In the 1980s, the then-Chinese leader Deng Xiaoping's economic reforms and opening-up policies enabled China to industrialize through investment and export-led growth. Those reforms were supported by three decades of globalization, which rested on the ability of the West to absorb Chinese exports.

In the coming decade, the economic reforms led by President Xi Jinping and Premier Li Keqiang will seek to fuel China's transition to consumption-led growth. However, these reforms will occur in a challenging international environment, amid what might be a lost decade in the West.

What can we expect in the near term?

In the past few months, China's new leadership has provided glimpses of economic reforms, which have now been officially launched.

According to the communique announced at the close of the Third Plenary Session of the 18th Communist Party of China Central Committee on Tuesday night, there will be reforms of the market, government and State-owned companies.

The key goal is to clarify the government's role in the economy. These are accompanied by reforms in finance, taxation, State assets, social welfare, land, foreign investment, innovation and good governance. In turn, the reform packages seek to relax control over market access, launch social security and allow sales of collectively owned rural land. The household registration system, which continues to discourage migration, will be phased out beginning with easier access to urban registration in third-tier cities.

The reforms come with increasing financial deregulation. A market-driven financial sector is vital to support the social model and consumption-led growth. Concurrently, China is opening doors for foreign investors and financial institutions, and the intention is to make the renminbi fully convertible and a major international and reserve currency within a decade.

Since early fall, these reforms have been fueled by the creation of Shanghai's free trade zone, along with 18 new policy initiatives, which seek to reduce restrictions in half a dozen key industries, including financial services and telecommunications.

These reforms, which will be spearheaded by a central team, are likely to be phased in over the next decade.

In the United States, the 2.8 percent annualized growth rate in the third quarter was well above the expected 2 percent. However, more than one-third of the growth can be attributed to a buildup in inventory, while the annual growth rate in consumer spending slowed sharply. Last month, US employers added 204,000 jobs, but a robust recovery would require 250,000-300,000 new jobs per month. The unemployment rate remains at 7.3 percent, while labor participation rates have plunged.

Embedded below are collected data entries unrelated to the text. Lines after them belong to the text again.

"""A corpus of malformed inputs: each gives one InputError line naming the file (and line), inputs untouched."""

from __future__ import annotations

import codecs
import json
import os
import re
from pathlib import Path

import pytest

from cctkit.errors import InputError
from cctkit.readers import read_spectra

GOOD = "380,0.1\n385,0.2\n390,0.3\n395,0.4\n400,0.5\n405,0.6\n"
WL = [380, 385, 390, 395, 400, 405]


def rows(*lines: str) -> str:
    return "\n".join(lines) + "\n"


def jdoc(**doc) -> str:
    """JSON with one top-level key per line, the first on line 2."""
    return "{\n" + ",\n".join(f"{json.dumps(k)}: {json.dumps(v)}" for k, v in doc.items()) + "\n}\n"


def tm27(body: str, quantity: str = "irradiance") -> str:
    return (
        '<?xml version="1.0"?>\n<IESTM2714 xmlns="http://www.ies.org/iestm2714" version="1.0">\n'
        f"<SpectralDistribution>\n<SpectralQuantity>{quantity}</SpectralQuantity>\n{body}"
        "</SpectralDistribution>\n</IESTM2714>\n"
    )


def sdata(pairs) -> str:
    return "".join(f'<SpectralData wavelength="{w}">{v}</SpectralData>\n' for w, v in pairs)


GOOD_XML_DATA = sdata(zip(WL, [0.1, 0.2, 0.3, 0.4, 0.5, 0.6]))
LAUGHS = (
    '<?xml version="1.0"?>\n<!DOCTYPE lolz [\n<!ENTITY lol "lol">\n'
    '<!ENTITY lol2 "&lol;&lol;&lol;&lol;&lol;&lol;&lol;&lol;&lol;&lol;">\n'
    '<!ENTITY lol3 "&lol2;&lol2;&lol2;&lol2;&lol2;&lol2;&lol2;&lol2;&lol2;&lol2;">\n]>\n'
    '<IESTM2714><SpectralDistribution><SpectralData wavelength="380">&lol3;</SpectralData>'
    "</SpectralDistribution></IESTM2714>\n"
)
EXTERNAL = (
    '<?xml version="1.0"?>\n<!DOCTYPE x [<!ENTITY ext SYSTEM "file:///etc/passwd">]>\n'
    '<IESTM2714><SpectralDistribution><SpectralData wavelength="380">&ext;</SpectralData>'
    "</SpectralDistribution></IESTM2714>\n"
)
ENTITY_NO_DTD_HEAD = '<?xml version="1.0"?>\n<IESTM2714>&undefined;</IESTM2714>\n'
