def demo_files() -> list[DemoFile]:
    """Every file of the demonstration data, in a fixed order (pure; writes nothing)."""
    files: list[DemoFile] = []
    for index, key in enumerate(PRODUCTS):
        spec = PRODUCTS[key]
        wl, values, inst = _product_measurement(key, index)
        comments = [
            "scenario: Harbourside Lantern Hall downlight selection (fictional)",
            f"supplier: {spec['supplier']} (fictional); product: {key}",
            f"instrument: {inst.description} (simulated)",
            f"range: {inst.start_nm:g}-{inst.stop_nm:g} nm, step {inst.step_nm:g} nm",
        ]
        wl_dec = 0 if float(inst.step_nm).is_integer() else 1
        text = _csv_text(wl, {key: values}, quantity="radiant-flux", unit="W/nm", comments=comments, wl_decimals=wl_dec)
        files.append(DemoFile(spec["file"], text.encode("utf-8")))
        if key == "VO-4000-90":
            doc = _json_document(
                key,
                wl,
                values,
                quantity="radiant-flux",
                unit="W/nm",
                comment=_NOTICE,
                spectrum_comment=f"{spec['supplier']} (fictional) {key} downlight; {inst.description} (simulated)",
            )
            files.append(DemoFile(spec["file"].replace(".csv", ".json"), doc.encode("utf-8")))
    wl, columns, inst = _tunable_measurement()
    comments = [
        "scenario: Harbourside Lantern Hall lighting lab (fictional)",
        "fixture: TW-Lab tunable-white downlight, one column per colour-temperature set point",
        f"instrument: {inst.description} (simulated)",
        f"range: {inst.start_nm:g}-{inst.stop_nm:g} nm, step {inst.step_nm:g} nm",
    ]
    text = _csv_text(wl, columns, quantity="irradiance", unit="W/(m^2 nm)", comments=comments, wl_decimals=1)
    files.append(DemoFile("tw-lab-setpoints.csv", text.encode("utf-8")))
    wl, columns, power, inst = _wash_measurement()
    comments = [
        "scenario: Harbourside Lantern Hall stage-wash fixture (fictional)",
        "fixture: HL-Wash5, five channels, each measured alone at full drive, one column per channel",
        f"instrument: {inst.description} (simulated)",
        f"range: {inst.start_nm:g}-{inst.stop_nm:g} nm, step {inst.step_nm:g} nm",
    ]
    text = _csv_text(wl, columns, quantity="radiant-flux", unit="W/nm", comments=comments, wl_decimals=0)
    files.append(DemoFile(WASH_FILE, text.encode("utf-8")))
    power_text = _comment_block([_NOTICE, "HL-Wash5 electrical power per channel at full drive (simulated)"])
    power_text += "channel,power_W\n" + "".join(f"{k},{v:.2f}\n" for k, v in power.items())
    files.append(DemoFile(WASH_POWER_FILE, power_text.encode("utf-8")))
    inst = INSTRUMENTS["sphere-1nm"]
    for name, values, _note in _lot_units():
        comments = [
            "scenario: Harbourside Lantern Hall procurement lot of NB-3000-95 (fictional)",
            f"supplier: Northbeam Lighting (fictional); unit: {name}",
            f"instrument: {inst.description} (simulated)",
            f"range: {inst.start_nm:g}-{inst.stop_nm:g} nm, step {inst.step_nm:g} nm",
        ]
        text = _csv_text(
            inst.wavelength_nm, {name: values}, quantity="radiant-flux", unit="W/nm", comments=comments, wl_decimals=0
        )
        files.append(DemoFile(f"lot-nb3000/{name.lower()}.csv", text.encode("utf-8")))
    return files


def write_demo(folder: str | Path, *, overwrite: bool = False) -> list[Path]:
    """Generate the demonstration files into ``folder`` (created if missing).

    Every target is checked before anything is written, so a refusal leaves the
    folder as it was; each file is written atomically.

    Raises
    ------
    InputError
        When a target file exists and ``overwrite`` is false, or ``folder`` is a file.
    """
    from .safe_io import atomic_write, check_output_path

    root = Path(folder)
    if root.exists() and not root.is_dir():
        raise InputError("output folder is not a directory", source=str(root))
    files = demo_files()
    for f in files:
        target = root / f.relpath
        if target.exists():
            check_output_path(target, overwrite=overwrite)
    written = []
    for f in files:
        target = root / f.relpath
        target.parent.mkdir(parents=True, exist_ok=True)
        written.append(atomic_write(target, f.data, overwrite=overwrite))
    return written


def main(argv: Sequence[str] | None = None) -> int:
    """``python -m cctkit.demo [--out FOLDER] [--overwrite]``."""
    parser = argparse.ArgumentParser(
        prog="python -m cctkit.demo", description="Regenerate the synthetic demonstration spectra."
    )
    parser.add_argument("--out", default="spectra", help="output folder (default: spectra)")
    parser.add_argument("--overwrite", action="store_true", help="replace existing files")
    args = parser.parse_args(argv)
    try:
        written = write_demo(args.out, overwrite=args.overwrite)
    except CctkitError as exc:
        print(f"cctkit.demo: {exc}", file=sys.stderr)
        return 2
    print(f"wrote {len(written)} files to {args.out}", file=sys.stderr)
    return 0


if __name__ == "__main__":
    sys.exit(main())
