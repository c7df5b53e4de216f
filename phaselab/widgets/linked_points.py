"""The points of a section with four or more coordinates as one table of columns, the slab
of a slice as a mask over it, and what a selection holds (numbers only, no bokeh).

One table feeds every projection of the linked explorer, so a selection made in one
projection is a set of rows, the same in all. The slab keeps the rows with
``|w - w0| < eps`` (strictly), the selection rule of
:func:`phaselab.orbits.slices.section_slice` (Richter, Lange, Baecker and Ketzmerick,
Phys. Rev. E 89, 022902, 2014).
"""

from __future__ import annotations

from dataclasses import dataclass

import numpy as np

from phaselab.errors import ParameterError


def column_name(j: int) -> str:
    """The data-source column of section coordinate ``j`` (names of the model stay out of
    column names: they travel as data)."""
    return f"c{j}"


def empty_columns(n_coordinates: int) -> dict:
    cols = {column_name(j): np.empty(0) for j in range(n_coordinates)}
    cols.update(orbit=np.empty(0, np.int32), shade=np.empty(0, np.int32), crossing=np.empty(0, np.int32),
                value=np.empty(0))
    return cols


def point_columns(records, n_coordinates: int, n_colors: int) -> dict:
    """Columns of every point of ``records``.

    Parameters
    ----------
    records : sequence of OrbitRecord
        ``points`` of each is (m, n_coordinates), the section coordinates of its crossings;
        ``scalar`` its colour value (MEGNO, ...).
    n_coordinates : int
    n_colors : int
        Size of the orbit palette (``shade`` is the palette index).

    Returns
    -------
    dict of str to ndarray
        ``c0 .. c{k-1}`` (float64), ``orbit``, ``shade``, ``crossing`` (int32, from 1),
        ``value`` (float64, the orbit's scalar on each of its points).
    """
    shown = [r for r in records if r.state is not None and len(r.points)]
    if not shown:
        return empty_columns(n_coordinates)
    pts = np.concatenate([np.asarray(r.points, np.float64).reshape(-1, n_coordinates) for r in shown])
    cols = {column_name(j): np.ascontiguousarray(pts[:, j]) for j in range(n_coordinates)}
    cols["orbit"] = np.concatenate([np.full(len(r.points), r.id, np.int32) for r in shown])
    cols["shade"] = np.concatenate([np.full(len(r.points), (r.id - 1) % n_colors, np.int32) for r in shown])
    cols["crossing"] = np.concatenate([np.arange(1, len(r.points) + 1, dtype=np.int32) for r in shown])
    cols["value"] = np.concatenate([np.full(len(r.points), r.scalar, np.float64) for r in shown])
    return cols


@dataclass(frozen=True)
class Slab:
    """A slab ``|w - center| < half_width`` of section coordinate ``index`` (``name``).

    Attributes
    ----------
    name : str
    index : int
        Column of the coordinate (``c{index}``).
    center : float
    half_width : float
        Positive, in the units of the coordinate.
    """

    name: str
    index: int
    center: float
    half_width: float

    def __post_init__(self):
        if not np.isfinite(self.center):
            raise ParameterError(f"the slab's centre must be finite, got {self.center!r}")
        if not (np.isfinite(self.half_width) and self.half_width > 0):
            raise ParameterError(f"the slab's half-width must be a positive number, got {self.half_width!r}")

    def mask(self, columns) -> np.ndarray:
        """Rows inside the slab, bool (n_rows,)."""
        return np.abs(columns[column_name(self.index)] - self.center) < self.half_width

    def record(self) -> dict:
        return {"name": self.name, "center": float(self.center), "half_width": float(self.half_width)}


def selection_summary(columns, indices) -> tuple[int, list]:
    """How many rows ``indices`` selects and of which orbits (ids, ascending)."""
    idx = np.asarray(indices, dtype=np.int64)
    if idx.size == 0:
        return 0, []
    orbit = columns["orbit"]
    idx = idx[(idx >= 0) & (idx < len(orbit))]
    return int(idx.size), np.unique(orbit[idx]).tolist()
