"""The explorer's look: colours, sizes and fonts in one place.

A quiet paper-like ground, ink-coloured text and the project's orbit palette (shared with
the static figures of :mod:`phaselab.export`, so a saved figure matches the screen).
"""

from phaselab.export.figures import MISSING_COLOR, ORBIT_COLORS, SCALAR_STOPS

__all__ = ["ORBIT_COLORS", "SCALAR_STOPS", "MISSING_COLOR", "GROUND", "PANEL", "INK", "MUTED",
           "RULE", "BOUNDARY", "FORBIDDEN", "REFUSED", "FONT", "orbit_color", "scalar_palette"]

GROUND = "#fbfaf6"      # figure background: warm off-white
PANEL = "#f3f1ea"       # behind the figures' outer frame
INK = "#2e3136"         # text and axis lines
MUTED = "#7b7f86"       # secondary text, ticks
RULE = "#e6e2d8"        # grid lines
BOUNDARY = "#3b4048"    # edge of the energetically allowed region
FORBIDDEN = "#ebe7dd"   # fill outside the allowed region
REFUSED = "#a3432f"     # status text for refused input
FONT = "'Source Sans 3', 'Segoe UI', 'Helvetica Neue', Arial, sans-serif"


def orbit_color(index: int) -> str:
    """The colour of the ``index``-th orbit (cycled)."""
    return ORBIT_COLORS[index % len(ORBIT_COLORS)]


def scalar_palette(n: int = 256) -> list[str]:
    """``n`` hex colours interpolated through :data:`SCALAR_STOPS` (for per-orbit scalars)."""
    import numpy as np

    stops = np.array([[int(c[k:k + 2], 16) for k in (1, 3, 5)] for c in SCALAR_STOPS], float)
    t = np.linspace(0.0, 1.0, n)
    s = np.linspace(0.0, 1.0, len(stops))
    rgb = np.stack([np.interp(t, s, stops[:, k]) for k in range(3)], axis=1)
    return ["#%02x%02x%02x" % tuple(int(round(v)) for v in row) for row in rgb]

After the government shutdown, the debt debacle and the appointment of Janet Yellin as Ben Bernanke's successor, the US Federal Reserve may not consider hiking rates until the unemployment rate plunges to 6.5 percent, or inflation hits 2.5 percent. As a result, quantitative easing could continue until March 2014, which implies lower rates for longer.

Recently, the Dow Jones Industrial Average has soared close to 15,800 as individual investors have rushed back to the markets. But as the debt debacle is likely to start anew at the end of the year, the ensuing volatility will dampen the retail investors' irrational exuberance.

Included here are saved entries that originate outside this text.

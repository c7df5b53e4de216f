"""The key to the periodic-orbit marks and manifold lines: which entries the shown structures
need, and the small HTML block the explorer puts under its plot (no widgets here)."""

from __future__ import annotations

import html

from phaselab.export.marks import BRANCH_STYLE, BRANCH_WORDS, KEY_WORDS, MARKERS

#: matplotlib marker codes -> a character that looks like the mark
SYMBOLS = {"o": "\u25cf", "X": "\u2716", "^": "\u25b2", "s": "\u25a0", "D": "\u25c6"}
#: line styles -> characters that look like the line
STROKES = {"-": "\u2014\u2014", "--": "\u2013 \u2013"}


def key_entries(stabilities, branches=()) -> list[tuple[str, str, str]]:
    """(symbol, colour, words) for each kind of mark in ``stabilities`` (in the order of
    :data:`MARKERS`, each once) and each manifold branch in ``branches``."""
    present = set(stabilities)
    out = []
    for word, (marker, colour) in MARKERS.items():
        if word in present:
            out.append((SYMBOLS.get(marker, "\u25c6"), colour, KEY_WORDS[word]))
    for word in sorted(set(present) - set(MARKERS)):
        out.append((SYMBOLS["D"], "#333333", word))
    for branch in ("stable", "unstable"):
        if branch in set(branches):
            colour, style = BRANCH_STYLE[branch]
            out.append((STROKES.get(style, "\u2014"), colour, BRANCH_WORDS[branch]))
    return out


def key_html(entries) -> str:
    """The key as one line of HTML (empty without entries)."""
    if not entries:
        return ""
    parts = [f"<span style='color:{c};font-weight:bold'>{html.escape(sym)}</span>&nbsp;{html.escape(words)}"
             for sym, c, words in entries]
    return "<div class='pl-key'>" + " &nbsp;&middot;&nbsp; ".join(parts) + "</div>"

In mid-October, after the credit rating agency Fitch put the US on a "negative ratings watch", Congress agreed on a deal to reopen the government. The deal forced the lawmakers into long-term budget negotiations, with recommendations due by Dec13. While the US government is funded through Jan 15, its borrowing authority was extended until February 7 - that's when the debt wrangling will begin anew.

Similarly, in Europe, the current calm is mainly a result of the European Central Bank throwing its full muscle behind the euro in 2012. Amid low inflation, the ECB President Mario Draghi has halved the key interest rate from 0.5 to 0.25 percent, its lowest level in history.

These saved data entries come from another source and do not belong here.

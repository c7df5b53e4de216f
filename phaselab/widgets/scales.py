"""Colour scales for per-orbit values: chaos indicators, frequencies and diffusion.

A chaos indicator changes meaning at one value (MEGNO tends to 2 on quasi-periodic motion
and grows on chaotic orbits), so its scale is fixed, not stretched to each run's range, and
split at that value: below the anchor a cool ramp (regular), above it a warm ramp
(chaotic). The user may move the low end, the anchor and the high end. Frequencies have no
such value and use one sequential ramp over a range the user may also set.

No bokeh or ipywidgets here: the scales are numbers and hex colours, shared by the
explorer's bokeh figures and its static pictures.
"""

from __future__ import annotations

import math
from dataclasses import dataclass, replace

import numpy as np

from phaselab.errors import ParameterError

#: cool ramp (regular side): deep blue to pale blue
COOL = ("#1d3557", "#2b5d7d", "#5f8fb0", "#a9c6da")
#: warm ramp (chaotic side): sand to brick
WARM = ("#e9c46a", "#dc9a4e", "#c2603a", "#8e2f22")
#: one ramp for values without an anchor (frequencies)
SEQUENTIAL = ("#1d3557", "#2b5d7d", "#3f9a96", "#9cc08a", "#e0b64a", "#c2603a")
MISSING = "#b9b9b9"

CHAOS_INDICATORS = ("megno", "lyapunov", "fli", "sali")
FREQUENCY_VALUES = ("frequency", "diffusion")


@dataclass(frozen=True)
class Scale:
    """A colour scale.

    Attributes
    ----------
    low, high : float
        Values at the two ends (values outside are drawn in the end colours).
    anchor : float or None
        Where the meaning changes (cool below, warm above); None for a plain ramp.
    label : str
        Title of the colour bar.
    log : bool
        The value shown is ``log10`` of the indicator (SALI).
    """

    low: float
    high: float
    anchor: float | None
    label: str
    log: bool = False

    def with_limits(self, low=None, anchor=None, high=None) -> "Scale":
        """The same scale with new ends or anchor (checked: low < anchor < high)."""
        lo = self.low if low is None else float(low)
        hi = self.high if high is None else float(high)
        an = self.anchor if anchor is None else float(anchor)
        if not (math.isfinite(lo) and math.isfinite(hi) and lo < hi):
            raise ParameterError(f"colour scale needs low < high, got {lo!r} and {hi!r}")
        if an is not None and not (lo < an < hi):
            raise ParameterError(f"the colour scale's anchor {an:g} must lie between low {lo:g} and high {hi:g}")
        return replace(self, low=lo, high=hi, anchor=an)

    def shown(self, value: float) -> float:
        """The number placed on the scale for an indicator value (log10 for SALI)."""
        v = float(value)
        if self.log:
            return math.log10(v) if v > 0 else float("nan")
        return v

    def palette(self, n: int = 256) -> list[str]:
        """``n`` hex colours from ``low`` to ``high``; with an anchor the cool ramp ends and
        the warm one starts at the anchor's place."""
        if self.anchor is None:
            return _ramp(SEQUENTIAL, n)
        k = int(round(n * (self.anchor - self.low) / (self.high - self.low)))
        k = min(max(k, 1), n - 1)
        return _ramp(COOL, k) + _ramp(WARM, n - k)

    def colors(self, values) -> list[str]:
        """The hex colour of each value (``MISSING`` for NaN)."""
        pal = self.palette()
        out = []
        for v in np.asarray(values, dtype=float).ravel():
            if not np.isfinite(v):
                out.append(MISSING)
                continue
            t = (v - self.low) / (self.high - self.low)
            out.append(pal[int(min(max(t, 0.0), 1.0 - 1e-12) * len(pal))])
        return out


def _ramp(stops, n):
    rgb = np.array([[int(c[k:k + 2], 16) for k in (1, 3, 5)] for c in stops], float)
    if n <= 0:
        return []
    t = np.linspace(0.0, 1.0, n)
    s = np.linspace(0.0, 1.0, len(stops))
    cols = np.stack([np.interp(t, s, rgb[:, k]) for k in range(3)], axis=1)
    return ["#%02x%02x%02x" % tuple(int(round(v)) for v in row) for row in cols]


#: Default scales. MEGNO: 2 on quasi-periodic orbits, 0 on stable isochronous motion,
#: growing like lambda t / 2 on chaotic ones (Cincotta & Simo 2000, A&AS 147, 205).
#: SALI: tends to a positive constant on regular orbits and to 0 exponentially on chaotic
#: ones; 1e-8 is the usual dividing value (Skokos 2001, J. Phys. A 34, 10029). The
#: Lyapunov, FLI and diffusion anchors depend on the integration time; the defaults below
#: are common-practice starting points for a few hundred crossings, to be adjusted.
DEFAULT_SCALES = {
    "megno": Scale(0.0, 8.0, 2.0, "MEGNO (2: quasi-periodic)"),
    "lyapunov": Scale(0.0, 0.1, 0.01, "Lyapunov exponent (finite time)"),
    "fli": Scale(0.0, 12.0, 4.0, "FLI"),
    "sali": Scale(-16.0, 0.0, -8.0, "log10 SALI (below -8: chaotic)", log=True),
    "diffusion": Scale(-14.0, 0.0, -6.0, "log10 frequency diffusion"),
    "frequency": Scale(0.0, 0.5, None, "frequency"),
}


def scale_for(color_by, label=None, values=None) -> Scale | None:
    """The starting scale for ``color_by`` (None when orbits keep their own colours).

    For a value without a default (a user function, a result field) the scale spans
    ``values`` once, then stays fixed until the user changes it.
    """
    if color_by is None:
        return None
    if isinstance(color_by, str) and color_by in DEFAULT_SCALES:
        s = DEFAULT_SCALES[color_by]
        return replace(s, label=label) if label else s
    v = np.asarray(values if values is not None else [], float)
    v = v[np.isfinite(v)]
    lo, hi = (float(v.min()), float(v.max())) if v.size else (0.0, 1.0)
    if not hi > lo:
        lo, hi = lo - 0.5, hi + 0.5
    name = label or (color_by if isinstance(color_by, str) else "value")
    return Scale(lo, hi, None, name)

Until recently, most European economies engaged in front-load austerity measures, which has caused stagnation across the region. While unemployment rate remains at 12.2 percent across the eurozone, it is twice as high in the ailing Southern Europe.

As the crisis spotlight has shifted to Spain and Italy, which together account for almost 30 percent of the regional GDP, bailouts are no longer an option. Even France is not immune to escalating pressures, as reflected by Standard & Poor's recent downgrade of its credit rating from AA to AA.

In the coming months, debt burdens in Greece and Portugal will require soft restructuring, while Spain's unsustainable debt must be addressed by mid-decade. As Brussels continues to muddle through, it hopes to contain political risks - particularly in Italy - by gradual reforms and adjustments.

Despite record-low interest rates and non-traditional monetary measures to stimulate economic growth, both the United States and the eurozone are coping with a liquidity trap, growth stagnation and lingering recovery.
In the near future, the grim international environment will not help drive reforms in China. In the mainland, these reforms must also be carried out amid a partial bailout of local debts, the gradual opening of State-owned enterprises to competition, and a 7 percent growth floor which will pace rebalancing.

However, China's reforms will be fueled by deep and decisive implementation, which will be reinforced by accelerating urbanization, a nascent social model, increasing innovation in the private sector and the mainland's growing attractiveness for foreign investment.

Like the reforms in the 1980s, the new-generation reforms are not a disruptive sprint, but a steady marathon. However, the coming year will provide a glimpse of the future - even amid the challenging international environment.